Post-pandemic wholesale vehicle price inflation, along with a 30% prepayment rate and a fixed cap of $30 million on revolving credit lines, is creating constraints on working capital and inventory expansion. While customer demand remains strong, these restrictions are suppressing the ability to grow sales during a period of rising procurement costs, exceeding the traditional inventory financing structure of the industry.

"Currently, we are facing both a low advance payment rate of 30% and a cap of $30 million under the revolving credit line for inventory prepayments. These restrictions have existed in the past, but the significant rise in vehicle prices since COVID has amplified their impact, placing ongoing pressure on our ability to expand retail sales and manage working capital efficiently. We are actively exploring alternative financing solutions to address these constraints and unlock additional capacity to meet qualified customer demand." -- Jonathan Collins, CFO

Unless alternative inventory financing is secured, these capital constraints pose a risk of limiting short-term sales growth and may weaken competitiveness amid persistently high vehicle prices.

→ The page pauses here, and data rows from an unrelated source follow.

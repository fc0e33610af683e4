/* Tests of src/distributions/: every row of the table. */
#include "margins.h"

/* tests/values/distribution_quantiles.csv: closed forms and inversions with 50 digits (mpmath),
 * down to p = 1e-300 in both tails */
static void quantiles_agree_with_many_digits(void **state)
{
    (void)state;
    struct csv *t = csv_read("distribution_quantiles.csv");
    for (size_t i = 0; i < t->rows; i++) {
        margin m = margin_of(csv_text(t, i, "distribution"), csv_number(t, i, "a"),
                             csv_number(t, i, "b"));
        double p = csv_number(t, i, "p"), want = csv_number(t, i, "quantile");
        bool normal = csv_is(t, i, "distribution", "normal");
        double got = m.distribution->quantile(&m, p, csv_number(t, i, "above") == 1);
        assert_within(got, want, 1e-12 * fmax(fabs(want), normal ? m.b : 0));
    }
    csv_free(t);
}

/* tests/values/risk_var_tvar.csv: the value at risk is the quantile (Klugman, Panjer & Willmot) */
static void values_at_risk(void **state)
{
    (void)state;
    struct csv *t = csv_read("risk_var_tvar.csv");
    for (size_t i = 0; i < t->rows; i++) {
        margin m = margin_in(t, i);
        assert_close(margin_quantile(&m, csv_number(t, i, "p")), csv_number(t, i, "VaR"), 1e-10);
    }
    csv_free(t);
}

/* tests/values/risk_limited_expected_value.csv holds the mean and sd of its distributions */
static void moments_agree(void **state)
{
    (void)state;
    struct csv *t = csv_read("risk_limited_expected_value.csv");
    for (size_t i = 0; i < t->rows; i++) {
        margin m = margin_in(t, i);
        double mean, sd, want = csv_number(t, i, "sd");
        m.distribution->moments(&m, &mean, &sd);
        assert_close(mean, csv_number(t, i, "mean"), 1e-10);
        if (isnan(want)) assert_true(isinf(sd));
        else assert_close(sd, want, 1e-10);
    }
    csv_free(t);
}

/* tests/values/moment_fits.csv */
static void moment_fits(void **state)
{
    (void)state;
    size_t used = 0;
    struct csv *t = csv_read("moment_fits.csv");
    for (size_t i = 0; i < t->rows; i++) {
        const char *word = csv_text(t, i, "family");
        const distribution *d = distribution_named(strcmp(word, "pareto_II") ? word : "lomax");
        if (!d) continue;
        margin m;
        double sd = sqrt(csv_number(t, i, "variance"));
        assert_int_equal(d->from_moments(csv_number(t, i, "mean"), sd, NAN, &m), OK);
        assert_close(m.a, csv_number(t, i, "value1"), 1e-11);
        assert_close(m.b, csv_number(t, i, "value2"), 1e-11);
        used++;
    }
    assert_int_equal(used, 20);
    csv_free(t);
}

/* moments and from_moments undo each other for every distribution that has them */
static void moments_undo_each_other(void **state)
{
    (void)state;
    uint64_t random = 3;
    for (size_t i = 0; i < effort(200); i++) {
        double wanted_mean = pow(10, 6 * random_uniform(&random) - 2);
        double wanted_sd = wanted_mean * pow(10, 3 * random_uniform(&random) - 2);
        for (const distribution *const *d = distributions; *d; d++) {
            margin m;
            double mean, sd;
            size_t which;
            if (!(*d)->from_moments) continue;
            status s = (*d)->from_moments(wanted_mean, wanted_sd, NAN, &m);
            if (s == OUT_OF_DOMAIN) continue;
            assert_int_equal(s, OK);
            assert_int_equal(margin_check(&m, &which), OK);
            (*d)->moments(&m, &mean, &sd);
            assert_close(mean, wanted_mean, 1e-12);
            if (strcmp((*d)->word, "exponential")) assert_close(sd, wanted_sd, 1e-11);
        }
    }
}

static void moments_refused(void **state)
{
    (void)state;
    margin m;
    assert_int_equal(distribution_named("lomax")->from_moments(100, 100, NAN, &m), OUT_OF_DOMAIN);
    assert_int_equal(distribution_named("gamma")->from_moments(-1, 1, NAN, &m), OUT_OF_DOMAIN);
    assert_int_equal(distribution_named("pareto")->from_moments(100, 1, 100, &m), OUT_OF_DOMAIN);
    assert_int_equal(distribution_named("pareto")->from_moments(100, 1, 50, &m), OK);
    assert_same(m.a, 2);
    assert_same(m.b, 50);
}

/* p(q(u)) = u in both tails, and the two probabilities add up to 1 */
static void probability_undoes_quantile(void **state)
{
    (void)state;
    static const double parameters[][2] = { { 0.7, 3 }, { 2.5, 0.4 }, { 9, 120 } };
    for (const distribution *const *d = distributions; *d; d++) {
        for (size_t k = 0; (*d)->quantile && k < 3; k++) {
            margin m = { *d, parameters[k][0], parameters[k][1], NAN };
            for (double p = 0.5; p > 1e-280; p *= 0.03) {
                for (int above = 0; above < 2; above++) {
                    double x = (*d)->quantile(&m, p, above);
                    if (!(fabs(x) < 1e290) || fabs(x) < 1e-290) continue;
                    /* rounding x moves the probability by x f(x) / p */
                    double moved = fabs(x) * exp((*d)->log_density(&m, x)) / p;
                    assert_close((*d)->probability(&m, x, above), p, 1e-12 + 3e-16 * moved);
                    assert_within((*d)->probability(&m, x, above)
                                      + (*d)->probability(&m, x, !above),
                                  1, 1e-14);
                }
            }
        }
    }
}

/* the density is the slope of the probability */
static void density_is_slope(void **state)
{
    (void)state;
    for (const distribution *const *d = distributions; *d; d++) {
        if (!(*d)->quantile) continue;
        margin m = { *d, 2.5, 1.7, NAN };
        for (double u = 0.02; u < 1; u += 0.07) {
            double x = margin_quantile(&m, u), h = 1e-4 * x;
            double slope =
                ((*d)->probability(&m, x + h, false) - (*d)->probability(&m, x - h, false))
                / (2 * h);
            if ((*d)->probability(&m, x - h, false) == 0) continue;
            assert_close(exp((*d)->log_density(&m, x)), slope, 1e-5);
        }
    }
}

static void parameters_are_checked(void **state)
{
    (void)state;
    size_t which;
    margin m = margin_of("gamma", 2, 3);
    assert_int_equal(margin_check(&m, &which), OK);
    m.b = 0;
    assert_int_equal(margin_check(&m, &which), OUT_OF_DOMAIN);
    assert_int_equal(which, 1);
    m.b = NAN;
    assert_int_equal(margin_check(&m, &which), BAD_KIND);
    m.b = 1;
    m.c = 1;
    assert_int_equal(margin_check(&m, &which), BAD_KIND);
    assert_int_equal(which, 2);
    m = margin_of("lognormal", INFINITY, 1);
    assert_int_equal(margin_check(&m, &which), OUT_OF_DOMAIN);
    m = margin_of("sample", 1.5, NAN);
    assert_int_equal(margin_check(&m, &which), OUT_OF_DOMAIN);
    m.a = 1;
    assert_int_equal(margin_check(&m, &which), OK);
    assert_null(distribution_named("cauchy"));
}

static void heavy_tails_have_no_moments(void **state)
{
    (void)state;
    double mean, sd;
    margin m = margin_of("pareto", 1.5, 10);
    m.distribution->moments(&m, &mean, &sd);
    assert_close(mean, 30, 1e-15);
    assert_true(isinf(sd));
    m = margin_of("lomax", 1, 10);
    m.distribution->moments(&m, &mean, &sd);
    assert_true(isinf(mean));
    assert_true(isinf(margin_quantile(&(margin){ m.distribution, 0.01, 1, NAN }, 1 - 1e-15)));
}

int main(void)
{
    const struct CMUnitTest tests[] = {
        cmocka_unit_test(quantiles_agree_with_many_digits),
        cmocka_unit_test(values_at_risk),
        cmocka_unit_test(moments_agree),
        cmocka_unit_test(moment_fits),
        cmocka_unit_test(moments_undo_each_other),
        cmocka_unit_test(moments_refused),
        cmocka_unit_test(probability_undoes_quantile),
        cmocka_unit_test(density_is_slope),
        cmocka_unit_test(parameters_are_checked),
        cmocka_unit_test(heavy_tails_have_no_moments),
    };
    return cmocka_run_group_tests(tests, NULL, NULL);
}
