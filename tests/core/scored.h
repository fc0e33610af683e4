/* scored.h - the scores of a pair of plain columns, for tests. */
#ifndef TESTS_SCORED_H
#define TESTS_SCORED_H

#include "pairs.h"

#include "../../src/tau_scores.h"

/* They live in the pool. */
static inline struct tau_scores scores_of(const double *x, const double *y, size_t n, pool *p)
{
    ranking *r;
    struct rank_room *sorting;
    struct score_room *scoring;
    struct tau_scores s;
    assert_int_equal(new_rankings(n, 2, &r, p), OK);
    assert_int_equal(new_rank_room(n, &sorting, p), OK);
    assert_int_equal(new_score_room(n, &scoring, p), OK);
    rank_values(x, n, &r[0], sorting);
    rank_values(y, n, &r[1], sorting);
    tau_scores_ranked(&r[0], &r[1], &s, scoring);
    return s;
}

#endif
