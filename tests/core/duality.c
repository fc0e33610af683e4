/* Tests of src/duality.c: the gap bounds what is known to be lost, and vanishes at the best. */
#include "matrices.h"

#include "../../src/duality.h"
#include "../../src/firm_repair.h"

static double sum_of_changes(const double *given, const double *x, size_t d)
{
    double sum = 0;
    for (size_t i = 0; i < d; i++)
        for (size_t j = 0; j < d; j++)
            if (i != j) sum += pow(x[i * d + j] - given[i * d + j], 2);
    return sum;
}

/* Published matrices, with their nearest one and one found by shrinking, both recomputed with
 * mpmath in the file. */
static void published_matrices(void **state)
{
    (void)state;
    struct csv *t = csv_read("nearest_correlation.csv");
    size_t found = 0;
    for (size_t r = 0; r < t->rows; r++) {
        if (csv_number(t, r, "i") != 1 || csv_number(t, r, "j") != 1) continue;
        pool p = { 0 };
        size_t d;
        double *given = matrix_of(t, csv_text(t, r, "matrix"), "given", &d, &p);
        double *best = matrix_of(t, csv_text(t, r, "matrix"), "nearest", &d, &p);
        double *shrunk = matrix_of(t, csv_text(t, r, "matrix"), "shrink_to_identity", &d, &p);
        double gap, lost = sum_of_changes(given, shrunk, d) - sum_of_changes(given, best, d);
        assert_int_equal(duality_gap(given, NULL, NULL, best, d, 0, &gap, &p), OK);
        assert_within(gap, 0, 1e-15 * (double)d * (1 + sum_of_changes(given, best, d)));
        if (isfinite(lost)) {
            assert_int_equal(duality_gap(given, NULL, NULL, shrunk, d, 0, &gap, &p), OK);
            assert_true(gap >= lost);
        }
        found++;
        pool_empty(&p);
    }
    assert_true(found >= 13);
    csv_free(t);
}

/* How near to their best our solvers are asked to come. */
static double trifle(const double *given, const double *x, size_t d)
{
    return 1e-10 * (double)d * (1 + sum_of_changes(given, x, d));
}

/* What our own solvers return, firm and held entries and floors included, is at its best. */
static void our_results(void **state)
{
    (void)state;
    uint64_t random = 77;
    for (size_t round = 0; round < effort(40); round++) {
        pool p = { 0 };
        size_t d = 2 + random_below(&random, 12);
        double floor = round % 2 ? 0.05 : 0, gap;
        double *given = noisy_matrix(&random, d, d, 0.3, &p);
        double *x = pool_take(&p, d, d * sizeof *x), *s = pool_take_zeroed(&p, d, d * sizeof *s);
        double *w = pool_take(&p, d, d * sizeof *w);
        for (size_t i = 0; i < d; i++)
            for (size_t j = 0; j <= i; j++)
                w[i * d + j] = w[j * d + i] = 0.2 + 3 * random_uniform(&random);
        w[1] = w[d] = INFINITY;
        given[1] = given[d] = 0.2;
        assert_int_equal(nearest_firm(given, w, d, floor, x, s, NULL, NULL, &p), OK);
        assert_int_equal(duality_gap(given, w, s, x, d, floor, &gap, &p), OK);
        assert_within(gap, 0, trifle(given, x, d));
        assert_int_equal(nearest_correlation(given, d, floor, x, NULL, &p), OK);
        assert_int_equal(duality_gap(given, NULL, NULL, x, d, floor, &gap, &p), OK);
        assert_within(gap, 0, trifle(given, x, d));
        pool_empty(&p);
    }
}

static void no_memory(void **state)
{
    (void)state;
    const double given[] = { 1, 0.5, 0.5, 1 };
    double gap;
    pool whole = { 0 };
    assert_int_equal(duality_gap(given, NULL, NULL, given, 2, 0, &gap, &whole), OK);
    assert_same(gap, 0);
    for (size_t k = 1; k <= whole.taken; k++) {
        pool p = { .fail_at = k };
        assert_int_equal(duality_gap(given, NULL, NULL, given, 2, 0, &gap, &p), NO_MEMORY);
        pool_empty(&p);
    }
    pool_empty(&whole);
}

int main(void)
{
    const struct CMUnitTest tests[] = {
        cmocka_unit_test(published_matrices),
        cmocka_unit_test(our_results),
        cmocka_unit_test(no_memory),
    };
    return cmocka_run_group_tests(tests, NULL, NULL);
}
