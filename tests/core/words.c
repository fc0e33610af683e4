/* Texts: words, what reads as a number, formatting. The rules are those of the reference. */
#include "table.h"

#include "../../addin/words.h"

#include <locale.h>

static void format(char *to, size_t n, const char *format, ...)
{
    va_list rest;
    va_start(rest, format);
    format_text(to, n, format, rest);
    va_end(rest);
}

static void words_are_the_same_whatever_case_and_blanks(void **state)
{
    (void)state;
    assert_true(same_word("Gumbel", " gumbel\t"));
    assert_false(same_word("gumbel", "gumbe"));
    assert_false(same_word("", "a"));
    assert_true(same_word("", "  "));
    assert_int_equal(word_in("pairs rows", "ROWS"), 1);
    assert_int_equal(word_in("pairs rows", "row"), -1);
    assert_int_equal(word_in("pairs rows", ""), -1);
    assert_string_equal(without_prefix("JOINT.TAU", "joint."), "TAU");
    assert_string_equal(without_prefix("JOIN", "joint."), "JOIN");
}

static void texts_that_read_as_numbers(void **state)
{
    (void)state;
    static const char *const numbers[] = { "12",  " 3,5 ", "1.234,5", "-2e3",
                                           "7 %", "+1E-5", "1'000",   ".5" };
    static const char *const others[] = { "",   "motor", "Q1",  "1a",  "-",
                                          "e5", "2e",    "1e+", "n/a", "1 000 kg" };
    for (size_t i = 0; i < sizeof numbers / sizeof *numbers; i++)
        assert_true(reads_as_number(numbers[i]));
    for (size_t i = 0; i < sizeof others / sizeof *others; i++)
        assert_false(reads_as_number(others[i]));
}

/* A header is text with a letter: a sum of money, a date or a dash above numbers is no name. */
static void texts_that_read_as_names(void **state)
{
    (void)state;
    static const char *const names[] = { "motor", "Q1", "5 EUR", "2018 motor", "\xc3\xa9t\xc3\xa9",
                                         "\xe6\x90\x8d" };
    static const char *const others[] = { "", " ", "(7)", "$5", "\xe2\x82\xac 5", "\xe2\x88\x92"
                                          "5", "12-", "1/2", "2020-01-01", "1\xc2\xa0" "234,5",
                                          "5\xc2\xa0%", "-", "1e5" };
    for (size_t i = 0; i < sizeof names / sizeof *names; i++) assert_true(reads_as_name(names[i]));
    for (size_t i = 0; i < sizeof others / sizeof *others; i++)
        assert_false(reads_as_name(others[i]));
}

static void lists_and_tidy_words(void **state)
{
    (void)state;
    pool p = { 0 };
    assert_string_equal(listed(&p, "a b c"), "a, b or c");
    assert_string_equal(listed(&p, "a b"), "a or b");
    assert_string_equal(listed(&p, "a"), "a");
    assert_string_equal(tidy_words(&p, "  Gumbel   FRANK "), "gumbel frank");
    assert_string_equal(tidy_words(&p, " "), "");
    pool_empty(&p);
}

static void numbers_have_a_point_and_are_not_rounded_to_whole_ones(void **state)
{
    (void)state;
    char to[64];
    setlocale(LC_NUMERIC, "de_DE.UTF-8");
    format(to, sizeof to, "%g %g %g", 0.5, 1.0 / 3, -1e-9);
    assert_string_equal(to, "0.5 0.333333 -1e-09");
    format(to, sizeof to, "%g %g %g", 0.99999999, 1048577.0, 2.5);
    assert_string_equal(to, "0.99999999 1048577 2.5");
    format(to, sizeof to, "%g %g", 1e300, 123456789.0);
    assert_string_equal(to, "1e+300 123456789");
    format(to, sizeof to, "%s %zu %d 100%%", "x", (size_t)7, -3);
    assert_string_equal(to, "x 7 -3 100%");
    setlocale(LC_NUMERIC, "C");
}

static void cut_off_between_letters(void **state)
{
    (void)state;
    char to[6];
    format(to, sizeof to, "%s", "abcd\xc3\xa9z");
    assert_string_equal(to, "abcd");
    format(to, sizeof to, "%s", "abcdefgh");
    assert_string_equal(to, "abcde");
}

int main(void)
{
    const struct CMUnitTest tests[] = {
        cmocka_unit_test(words_are_the_same_whatever_case_and_blanks),
        cmocka_unit_test(texts_that_read_as_numbers),
        cmocka_unit_test(texts_that_read_as_names),
        cmocka_unit_test(lists_and_tidy_words),
        cmocka_unit_test(numbers_have_a_point_and_are_not_rounded_to_whole_ones),
        cmocka_unit_test(cut_off_between_letters),
    };
    return cmocka_run_group_tests(tests, NULL, NULL);
}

America's Car Mart Shifts to Lending for High Credit Tier

The loan mix has tilted towards higher credit tiers, with transaction volume from customer ranks 5 to 7 increasing by 15%, while reservations from lower ranks decreased by about 50%. Credit applications increased by 10% compared to the same period last year, and the average issuance FICO score rose by 20 points year-on-year from Q1 2025 to Q1 2026, strengthening the weighted average portfolio quality under the new screening criteria to 72%.

"LOS V2 is currently operational at all our locations, and the integrated risk-based pricing has improved the alignment between expected returns and customer profiles. The new scorecard is functioning as we designed, enabling a mix shift of top-ranked customers and a departure from the lowest ranks. In this quarter, trading volume from ranks 5 to 7 increased by 15%, while bookings from some of the lowest ranks decreased by approximately 50%." -- Douglas Campbell, President and CEO

This intentional quality improvement of the portfolio enhances long term credit performance and future cash flow outlook, reducing risk exposure during economic downturns.

Future Outlook

The management expects that about half of the surge in SG&A in the second half of fiscal 2026 will be resolved, aiming to bring the proportion of SG&A in retail sales down to the mid-16% range through technology-driven efficiencies, including Pay Your Way. The company is actively pursuing alternative inventory financing solutions, but has not provided specific sales guidance for future quarters. The management continues to focus on ensuring that growth accompanied by credit quality, modernization of collections, and future sales are determined by demand rather than funding constraints.

As far as I can see, America's Car Mart is responding wisely even in a tough environment. The expansion of gross profit margin is commendable, but the capital constraints hindering growth are a concern. The shift towards high credit tiers is a good thing in the long term, but in the short term, it comes at the cost of a decrease in sales volume. Whether the management can quickly resolve this funding issue will determine their future growth.